Work instructions -
What lines in the records below contain the string "group"? Copy every one.

◆ ◆ ◆ ◆

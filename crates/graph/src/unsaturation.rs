//! Degree of unsaturation: rings and π bonds.

use crate::{Element, Molecule};

/// Rings plus π bonds of a molecule.
#[derive(Debug, Clone, Copy, PartialEq, Eq)]
pub struct Unsaturation {
    /// Counted on the drawing, which is exact for any valence: components + Σ(bond orders) − atoms,
    /// hydrogens included.
    pub exact: i64,
    /// The textbook formula (2C + 2 + N − H − X)/2 with group valences 4, 3, 2 and 1, doubled: it is
    /// odd for radicals and some ions. `None` where the molecule has an element it says nothing of.
    pub textbook_doubled: Option<i64>,
}

impl Molecule {
    /// The degree of unsaturation. The two figures differ where valences are unusual (S=O, P=O, a
    /// pentavalent nitrogen) or charged.
    pub fn unsaturation(&self) -> Unsaturation {
        let (mut atoms, mut orders) = (0i64, 0i64);
        let mut doubled = Some(2);
        for atom in self.atoms() {
            let hydrogens = i64::from(atom.hydrogens);
            atoms += 1 + hydrogens;
            orders += hydrogens;
            doubled = doubled.and_then(|sum| Some(sum + excess_valence(atom.element)? - hydrogens));
        }
        orders += self
            .bonds()
            .map(|(_, _, order)| i64::from(order.pairs()))
            .sum::<i64>();
        let components = petgraph::algo::connected_components(self.graph()) as i64;
        // The textbook formula counts one component; each further one takes two more valences.
        let doubled = doubled.map(|sum| sum + 2 * (components - 1).max(0));
        Unsaturation {
            exact: components + orders - atoms,
            textbook_doubled: doubled,
        }
    }
}

/// Valence less two, for the elements of the textbook formula.
fn excess_valence(element: Element) -> Option<i64> {
    if element == Element::HYDROGEN {
        return Some(-1);
    }
    match element.group() {
        Some(14) if element.period() <= 4 => Some(2),
        Some(15) if element.period() <= 4 => Some(1),
        Some(16) if element.period() <= 5 => Some(0),
        Some(17) => Some(-1),
        Some(13) if element == Element::BORON => Some(1),
        _ => None,
    }
}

◆ ◆ ◆ ◆

Task output -
    /// The textbook formula (2C + 2 + N − H − X)/2 with group valences 4, 3, 2 and 1, doubled: it is
    match element.group() {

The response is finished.